Закончив соло, трубач улыбался и низко кланялся и, поправляя волосы, отходил в глубину сцены.
Он нам сразу понравился. С первой минуты, как только мы его увидели. И он нас заметил тоже. Отыграв последнюю вещь, он даже подмигнул нам, а сходя с эстрады по ступенькам, шепнул:
- Приходите завтра в это же время… поиграю только для вас.
На следующий день мы с Галей опять пришли к эстраде, но там ни оркестра, ни слушателей не было. Мы уже хотели повернуть назад, как вдруг увидели, что в глубине сцены перед стойкой с нотами сидит наш знакомый трубач и тихо репетирует какую-то пьесу.
Заметив нас, он улыбнулся, подошел к краю эстрады, присел на корточки, поздоровался с нами за руки и спросил, как нас зовут. Потом сказал:
- Вот послушайте такую пьеску.
И заиграл. И опять вокруг себя мы стали ощущать какие-то невидимые звучащие кружева, какое-то фигурное катание звуков в воздухе. После этой пьесы трубач сыграл грустную мелодию, а потом сразу веселую, потом весело-грустную, а потом очень веселую. Он играл одну мелодию за другой. И главное, так легко и просто, что со стороны казалось, подуй - и у тебя получится так же. Стоял он прямо, трубу держал высоко и в такт мелодии стучал носком ботинка. Закончив играть, трубач улыбнулся, смахнул со лба капельки пота и задумался.

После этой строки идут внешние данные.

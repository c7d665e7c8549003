import { readFileSync } from 'node:fs';
import { request } from 'node:http';
import { type AddressInfo, createServer } from 'node:net';
import { join } from 'node:path';
import { fileURLToPath } from 'node:url';
import { describe, expect, it } from 'vitest';
import { LOOPBACK } from '../../cli/sheetServer.ts';
import { folderWithDemo, PROBLEM_SHAPE, run, start } from './program.ts';

const folder = folderWithDemo();
const page = readFileSync(fileURLToPath(new URL('../../dist/sheet.html', import.meta.url)));

/** A server of the built program on a free port, and its address. */
async function serving() {
  const { child, ended } = start(folder, ['sheet', '--port', '0']);
  const line = await new Promise<string>((resolve) =>
    child.stdout.once('data', (piece: Buffer) => resolve(String(piece))),
  );
  const [, port = ''] = /^http:\/\/[\d.]+:(\d+)\/\n$/.exec(line) ?? [];
  return { child, ended, port: Number(port) };
}

interface Answered {
  readonly status: number | undefined;
  readonly headers: Readonly<Record<string, unknown>>;
  readonly body: Buffer;
}

function asked(port: number, { method = 'GET', path = '/', host = `${LOOPBACK}:${port}` } = {}): Promise<Answered> {
  return new Promise((resolve, reject) => {
    const sent = request({ host: LOOPBACK, port, method, path, headers: { Host: host } }, (answer) => {
      const pieces: Buffer[] = [];
      answer.on('data', (piece: Buffer) => pieces.push(piece));
      answer.on('end', () =>
        resolve({ status: answer.statusCode, headers: answer.headers, body: Buffer.concat(pieces) }),
      );
    });
    sent.on('error', reject);
    sent.end();
  });
}

describe('the served sheet', () => {
  it('is the page, to this machine alone, under its own names and methods, until it is interrupted', async () => {
    const { child, ended, port } = await serving();
    const own = await asked(port);
    expect({ status: own.status, same: own.body.equals(page) }).toEqual({ status: 200, same: true });
    expect(own.headers).toMatchObject({
      'content-type': 'text/html; charset=utf-8',
      'cache-control': 'no-store',
      'x-content-type-options': 'nosniff',
      'x-frame-options': 'DENY',
    });
    expect((await asked(port, { host: `localhost:${port}` })).status).toBe(200);
    const head = await asked(port, { method: 'HEAD' });
    expect([head.status, head.body.length]).toEqual([200, 0]);
    expect((await asked(port, { host: `example.org:${port}` })).status).toBe(421);
    expect((await asked(port, { host: LOOPBACK })).status).toBe(421);
    expect((await asked(port, { method: 'POST' })).status).toBe(405);
    for (const path of ['/main.js', '/../package.json', '//', '/?a']) {
      const other = await asked(port, { path });
      expect([path, other.status, other.body.length]).toEqual([path, 404, 0]);
    }
    child.kill('SIGINT');
    expect(await ended).toMatchObject({ code: 0, signal: null });
  });

  it('says that a port is in use, and ends with 3', async () => {
    const taken = createServer();
    await new Promise<void>((resolve) => taken.listen(0, LOOPBACK, resolve));
    const { port } = taken.address() as AddressInfo;
    const { code, stdout, stderr } = await run(folder, 'sheet', '--port', String(port));
    taken.close();
    expect({ code, stdout }).toEqual({ code: 3, stdout: '' });
    expect(stderr).toMatch(PROBLEM_SHAPE);
    expect(stderr).toContain('another program listens there already');
  });

  it.each(['x', '-1', '70000', '80.5'])('refuses %s as a port', async (port) => {
    const { code, stderr } = await run(folder, 'sheet', `--port=${port}`);
    expect(code).toBe(2);
    expect(stderr).toContain(`'${port}' is no port`);
  });

  it('is written to a file, byte for byte the page that is served', async () => {
    const { code } = await run(folder, 'sheet', '--out', 'sheet.html');
    expect(code).toBe(0);
    expect(readFileSync(join(folder, 'sheet.html')).equals(page)).toBe(true);
  });
});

- Вы не устали? - тихо спросила Галя.
- Настоящий музыкант никогда не устает!.. - Трубач подмигнул нам и снова поднес трубу ко рту.
С того дня мы виделись каждый день, и он всегда для нас играл. Иногда мы с Галей просили его сыграть какую-нибудь знакомую ним мелодию. И он никогда не отказывался и играл все, что бы мы ни попросили. Однажды я спросил:
- Почему вы играете здесь, а не дома?
- Дома соседи ругаются, - усмехнулся он и, немного помолчав, добавил: - Но ничего! Настоящий музыкант никогда не унывает. Скоро я буду играть в большом оркестре… А сейчас это так… временные неудачи… А их надо встречать чем? - Трубач засмеялся и сам себе ответил: - Только песней!.. - и подмигнул нам, и запел что-то тихонько. Потом снова спросил:
- Знаете, что говорил один великий певец? Все неудачи в жизни я встречаю только песней. И чем больше неудач, тем звонче моя песня!

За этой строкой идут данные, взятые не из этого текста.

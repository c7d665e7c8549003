import { readFileSync, writeFileSync } from 'node:fs';
import { join } from 'node:path';
import { describe, expect, it } from 'vitest';
import { seasonSchema } from '../../src/report/seasonSchema.ts';
import { folderWithDemo, namesIn, PROBLEM_SHAPE, run, STACK_LINE } from './program.ts';

const folder = folderWithDemo();
const unit = 'data/demo/units/quarkenfels-8.yaml';
const at = (name: string) => join(folder, name);

/** The unit of the demo with one passage replaced, beside the original. */
function changedUnit(name: string, passage: string, by: string): string {
  const text = readFileSync(at(unit), 'utf8');
  expect(text.split(passage).length).toBe(2);
  writeFileSync(at(`data/demo/units/${name}`), text.replace(passage, by));
  return `data/demo/units/${name}`;
}

describe('season on the unit of the demo', () => {
  it('prints the answer for every declared season, within 80 columns, and nothing on standard error', async () => {
    const { code, stdout, stderr } = await run(folder, 'season', unit);
    expect({ code, stderr }).toEqual({ code: 0, stderr: '' });
    expect(stdout).toContain('Average climate, 35 °C');
    expect(stdout).toContain('Average climate, 55 °C');
    expect(stdout).not.toContain('bin by bin');
    for (const line of stdout.split('\n')) expect([...line].length).toBeLessThanOrEqual(80);
  });

  it('has a label that fits its map and its own points, as the file says', async () => {
    const { stdout } = await run(folder, 'season', unit, '--json', '-');
    const { seasons } = seasonSchema.parse(JSON.parse(stdout));
    expect(seasons).toHaveLength(2);
    for (const { comparison } of seasons) {
      expect(comparison.map).toMatchObject({ against: 'label', agrees: true });
      expect(comparison.points).toMatchObject({ against: 'label', agrees: true });
    }
  });

  it('rates the chosen climate and application alone, and shows bins when asked', async () => {
    const { code, stdout } = await run(folder, 'season', unit, '--climate', 'colder', '--application', '35', '--bins');
    expect(code).toBe(0);
    expect(stdout).toContain('Colder climate, 35 °C (low temperature): bin by bin');
    expect(stdout).not.toContain('Average climate');
  });

  it('writes the same document to a file and to standard output', async () => {
    const { code, stdout } = await run(folder, 'season', unit, '--json', 'label.json');
    expect(code).toBe(0);
    expect(stdout).toContain('Label check');
    const printed = await run(folder, 'season', unit, '--json', '-');
    expect(readFileSync(at('label.json'), 'utf8')).toBe(printed.stdout);
  });
});

describe('season refuses', () => {
  it('what is wrong in the file, with its line and its cure, and writes nothing', async () => {
    const before = namesIn(folder);
    const wrong = changedUnit('wrong.yaml', 'capacity: 6.5, cop: 2.98', 'capacity: 6.5, cop: 9.8');
    const { code, stdout, stderr } = await run(folder, 'season', wrong, '--json', 'wrong.json');
    expect({ code, stdout }).toEqual({ code: 2, stdout: '' });
    expect(stderr).toMatch(PROBLEM_SHAPE);
    expect(stderr).toContain('a COP of 9.80 is more than physics allows');
    expect(stderr).not.toMatch(STACK_LINE);
    expect(namesIn(folder)).toEqual(before);
  });

  it('a season without outlet temperatures, naming those that are known', async () => {
    const { code, stderr } = await run(folder, 'season', unit, '--climate', 'warmer', '--application', '45');
    expect(code).toBe(2);
    expect(stderr).toMatch(PROBLEM_SHAPE);
    expect(stderr).toContain('known are average 35, 45, 55, 65 °C');
  });

  it('an application that no label knows', async () => {
    const { code, stdout, stderr } = await run(folder, 'season', unit, '--application', '50');
    expect({ code, stdout }).toEqual({ code: 2, stdout: '' });
    expect(stderr).toMatch(PROBLEM_SHAPE);
  });

  it('to write its result over the unit', async () => {
    const { code, stderr } = await run(folder, 'season', unit, '--json', unit);
    expect(code).toBe(2);
    expect(stderr).toContain('the result would be written over this file');
    expect(readFileSync(at(unit), 'utf8')).toContain('INVENTED');
  });
});

it('a map that disagrees with its label is told, and is no failure', async () => {
  const off = changedUnit('off.yaml', 'scop: 4.18', 'scop: 4.9');
  const { code, stdout } = await run(folder, 'season', off);
  expect(code).toBe(0);
  expect(stdout.replace(/\s+/g, ' ')).toContain('Map and label do NOT agree');
});

it('a label does not change what simulate finds, nor what it names as assumed', async () => {
  const text = readFileSync(at(unit), 'utf8');
  const labelled = await run(folder, 'simulate', 'data/demo/house.yaml', '--json', '-');
  const { assumptions: with_, annual } = JSON.parse(labelled.stdout);
  writeFileSync(at(unit), text.slice(0, text.indexOf('\nlabel:')));
  const bare = await run(folder, 'simulate', 'data/demo/house.yaml', '--json', '-');
  writeFileSync(at(unit), text.replace('  reversible: false\n', ''));
  const defaulted = await run(folder, 'simulate', 'data/demo/house.yaml', '--json', '-');
  writeFileSync(at(unit), text);
  for (const { code, stdout } of [bare, defaulted]) {
    expect(code).toBe(0);
    expect(JSON.parse(stdout)).toMatchObject({ annual, assumptions: with_ });
  }
});
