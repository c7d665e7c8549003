import { describe, expect, it } from 'vitest';
import { mayColour } from '../../cli/mayColour.ts';
import { tellProblems } from '../../cli/tellProblems.ts';
import type { Problem } from '../../src/core/problem.ts';
import { problemText } from '../../src/core/problemText.ts';

const problems: Problem[] = [
  { code: 'file.missing', severity: 'error', file: 'a.yaml', line: 3, column: 7 },
  { code: 'file.empty', severity: 'warning', file: 'b.csv' },
];
const plain = problems.map((problem) => `${problemText(problem)}\n`).join('');

async function told(colour: boolean, which = problems): Promise<string> {
  let text = '';
  const stderr = {
    write: async (piece: string) => {
      text += piece;
    },
  };
  await tellProblems(which, { stdout: stderr, stderr, colour, version: '1' });
  return text;
}

describe('problems on standard error', () => {
  it('are two lines each: what and where, then the cure', async () => {
    expect(await told(false)).toBe(plain);
    expect(plain).toMatch(/^a\.yaml:3:7 {2}\S.*\n {4}→ .+\nb\.csv {2}warning: .+\n {4}→ .+\n$/);
  });

  it('are coloured on a terminal, and the same words are left when the colours are taken away', async () => {
    const text = await told(true);
    expect(text).toContain('\u001b[31ma.yaml');
    expect(text).toContain('\u001b[33mb.csv');
    // biome-ignore lint/suspicious/noControlCharactersInRegex: escape sequences are what this looks for
    expect(text.replace(/\u001b\[\d+m/g, '')).toBe(plain);
  });

  it('are silent when there are none', async () => {
    expect(await told(true, [])).toBe('');
  });
});

describe('colours', () => {
  it('are used on a terminal only, and not where the user asks for none', () => {
    const terminal = { isTTY: true };
    expect(mayColour(terminal, {})).toBe(true);
    expect(mayColour(terminal, { NO_COLOR: '' })).toBe(true);
    expect(mayColour(terminal, { NO_COLOR: '1' })).toBe(false);
    expect(mayColour(terminal, { TERM: 'dumb' })).toBe(false);
    expect(mayColour({}, {})).toBe(false);
  });
});
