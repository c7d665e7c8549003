import { visibleText } from '../../core/problem.ts';
import { figure } from '../figures.ts';
import { heading } from '../layout.ts';
import type { Words } from '../words.ts';
import { heightStrip, type Range, rangeOf } from './blocks.ts';
import type { HoursOfDay } from './hoursOfDay.ts';

/** Letters of an hour, and of the hours of a day that are numbered under the strips. */
const WIDTH_OF_HOUR = 2;
const NUMBERED = [0, 6, 12, 18];
const PRICE_DECIMALS = 2;
const SHARE_DECIMALS = 0;
/** Names in front of the strips are cut here, so that a line stays within 80 columns. */
const LONGEST_NAME = 18;

/**
 * Strips of the day, an hour two letters wide: what a kWh costs on each tariff, and when the heating takes its electricity.
 * Prices of one currency share their scale; the lowest and the highest stand behind each strip in figures.
 *
 * @returns lines; none where there is no tariff with a price by the hour
 */
export function dayStrips({ tariffs, electricity }: HoursOfDay, words: Words): string[] {
  if (tariffs.length === 0) return [];
  const currencies = new Set(tariffs.map(({ currency }) => currency));
  const unit = currencies.size === 1 ? `, ${tariffs[0].currency}/kWh` : '';
  const rangeOfAll = (wanted: string) =>
    rangeOf(tariffs.filter(({ currency }) => currency === wanted).flatMap(({ price }) => price));
  const lines = tariffs.map(({ tariff, currency, price }) => {
    const strip = heightStrip(price, WIDTH_OF_HOUR, rangeOfAll(currency));
    return lineOf(tariff, strip, rangeText(rangeOf(price), PRICE_DECIMALS, currencies.size > 1 ? ` ${currency}` : ''));
  });
  const year = electricity.reduce((sum, kWh) => sum + kWh, 0);
  const shares = electricity.map((kWh) => (year === 0 ? 0 : (100 * kWh) / year));
  const hours = Array.from({ length: 24 }, (_, h) => (NUMBERED.includes(h) ? String(h) : ''));
  return [
    heading(words.headings.hoursOfDay(unit)),
    `${' '.repeat(LONGEST_NAME + 1)}${hours.map((hour) => hour.padEnd(WIDTH_OF_HOUR)).join('')}`.trimEnd(),
    ...lines,
    lineOf(
      words.heatingByHour,
      heightStrip(shares, WIDTH_OF_HOUR, rangeOf(shares)),
      rangeText(rangeOf(shares), SHARE_DECIMALS, ' %'),
    ),
  ];
}

function lineOf(name: string, strip: string, range: string): string {
  return `${nameOf(name)} ${strip} ${range}`;
}

function rangeText({ least, most }: Range, decimals: number, unit: string): string {
  const [lowest, highest] = [least, most].map((value) => figure(value, decimals));
  return `${lowest === highest ? lowest : `${lowest}–${highest}`}${unit}`;
}

function nameOf(name: string): string {
  const letters = [...visibleText(name)];
  const cut = letters.length > LONGEST_NAME ? [...letters.slice(0, LONGEST_NAME - 1), '…'] : letters;
  return cut.join('').padEnd(LONGEST_NAME);
}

После этого разговора трубач в парке не появлялся. "Наверно, поступил в большой оркестр", - решили мы с Галей. Но однажды осенью, бегая по увядшей траве газона, мы с Галей вдруг услышали знакомые звуки, подбежали к эстраде и увидели его. Он стоял на эстраде в длинном сером пальто, перевязанном у воротника шарфом, и играл. Перед ним были пустынные ряды, но он играл так серьезно и сосредоточенно, как будто выступал на самом ответственном концерте. Он заметил нас и помахал рукой, а когда мы подошли, торопливо сказал:
- Куда же вы пропали? Второй день прихожу, а вас нет и нет.

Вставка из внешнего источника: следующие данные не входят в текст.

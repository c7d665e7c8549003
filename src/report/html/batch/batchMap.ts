import { type Criterion, criteria } from '../../../batch/ranking.ts';
import type { RampName } from '../../charts/colourRamp.ts';
import { columnRoom, heatMap, mostColumns, ROW_ROOM } from '../../charts/heatMap.ts';
import { type Markup, markup } from '../../charts/markup.ts';
import { textWidth } from '../../charts/textWidth.ts';
import { chartFigure } from '../chartFigure.ts';
import { figureColumns } from '../dataTable.ts';
import type { BatchReportInput } from './batchReportInput.ts';
import { type MapSide, type MedianMap, medianMap } from './medianMap.ts';
import { cellName, quantityOf, textName, written } from './writtenFigures.ts';

/** Letters of a title of a side. */
const LONGEST_TITLE = 30;

const RAMPS: Readonly<Record<Criterion, RampName>> = {
  cost: 'price',
  carbon: 'energy',
  seasonalFactor: 'warmth',
  backupHours: 'energy',
};

/** The map of medians as a figure; a sentence that says why where there is none. */
export function batchMap(input: BatchReportInput): Markup | string {
  const { words } = input;
  const { map: said } = words.batch;
  const map = medianMap(input, mostColumns(widestFigure(input)));
  if (map === 'noAxis' || map === 'oneAxis') return said[map];
  const best = bestCell(map, criteria[input.by].best === 'least' ? 1 : -1);
  if (best === undefined) return said.empty;
  const title = said.title({ down: sideName(input, map.down), across: sideName(input, map.across) });
  const says = said.says({
    ...{ quantity: quantityOf(input), best: written(input, best.value) },
    ...{ down: textName(map.down.names[best.row]), across: textName(map.across.names[best.column]) },
  });
  const down = keyed(map.down.names, ROW_ROOM, (i) => String(i + 1));
  const across = keyed(map.across.names, columnRoom(down.labels, map.across.names.length) - 3, letters);
  return chartFigure({
    title,
    chart: heatMap({
      ...{ id: 'medians', title, description: says, values: map.medians, ramp: RAMPS[input.by] },
      ...{ rows: down.labels, columns: across.labels },
      ...{ rowTitle: axisTitle(input, map.down), columnTitle: axisTitle(input, map.across) },
      ...{ decimals: criteria[input.by].decimals, written: input.figures.number },
    }),
    legend: [...across.legend, ...down.legend],
    says: [says, ...notes(input, map)].join(' '),
    table: tableOf(input, map),
    figures: words.figures,
  });
}

/** The longest figure of any year, as it is written: no median is longer. */
function widestFigure({ years, by, figures }: BatchReportInput): string {
  const most = years.figures[by].reduce((high, value) => Math.max(high, Math.abs(value) || 0), 0);
  const sign = years.figures[by].some((value) => value < 0) ? -1 : 1;
  return figures.number(sign * most, criteria[by].decimals);
}

function bestCell(
  { medians, across }: MedianMap,
  sign: number,
): { value: number; row: number; column: number } | undefined {
  const known = medians.flatMap((value, cell) => (value === undefined ? [] : [{ value, cell }]));
  if (known.length === 0) return undefined;
  const { value, cell } = known.reduce((best, other) => (sign * other.value < sign * best.value ? other : best));
  const width = across.names.length;
  return { value, row: Math.floor(cell / width), column: cell % width };
}

function sideName({ words }: BatchReportInput, { axis }: MapSide): string {
  return axis === undefined ? words.batch.map.homeGroups : textName(axis);
}

/** The name of a side as it fits beside the other. */
function axisTitle(input: BatchReportInput, side: MapSide): string {
  const name = [...sideName(input, side)];
  return name.length > LONGEST_TITLE ? `${name.slice(0, LONGEST_TITLE - 1).join('')}…` : name.join('');
}

function notes({ words, figures }: BatchReportInput, { down, across }: MedianMap): string[] {
  const { map: said } = words.batch;
  const grouped = [down, across].flatMap(({ axis, size }) =>
    axis === undefined || size === 1 ? [] : [said.grouped({ axis: textName(axis), size: figures.number(size, 0) })],
  );
  return across.axis === undefined ? [said.homesSay, ...grouped] : grouped;
}

/** Names as they stand in the drawing: as they are where all have room, else signs that a legend explains. */
function keyed(
  names: readonly string[],
  room: number,
  sign: (i: number) => string,
): { labels: string[]; legend: (readonly [Markup, string])[] } {
  const whole = names.map(textName);
  if (whole.every((name) => textWidth(name) <= room)) return { labels: whole, legend: [] };
  return { labels: names.map((_, i) => sign(i)), legend: whole.map((name, i) => [markup`<b>${sign(i)}</b>`, name]) };
}

const LETTERS = 'ABCDEFGHIJKLMNOPQRSTUVWXYZ';

function letters(i: number): string {
  return LETTERS.charAt(i % LETTERS.length);
}

function tableOf(input: BatchReportInput, { down, across, medians }: MedianMap) {
  const { figures, words, by } = input;
  const width = across.names.length;
  const names = { down: sideName(input, down), across: sideName(input, across) };
  return {
    caption: words.batch.map.caption({ quantity: quantityOf(input), ...names }),
    columns: figureColumns(names.down, across.names.map(cellName)),
    rows: down.names.map((name, row) => [
      cellName(name),
      ...across.names.map((_, column) => {
        const value = medians[row * width + column];
        return value === undefined ? '–' : figures.number(value, criteria[by].decimals);
      }),
    ]),
  };
}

- Мы думали, - начала Галя, - вы играете в большом оркестре.
- Да нет. Пока не играю. Но это неважно. Главное, моя музыка всегда со мной.
Он перебрал клапаны трубы и, улыбнувшись, сказал:
- Послушайте лучше, какую я пьеску сочинил. Специально для вас. Вот только еще название не придумал…
Он высоко поднял трубу и заиграл, как прежде, тихо, легко и красиво.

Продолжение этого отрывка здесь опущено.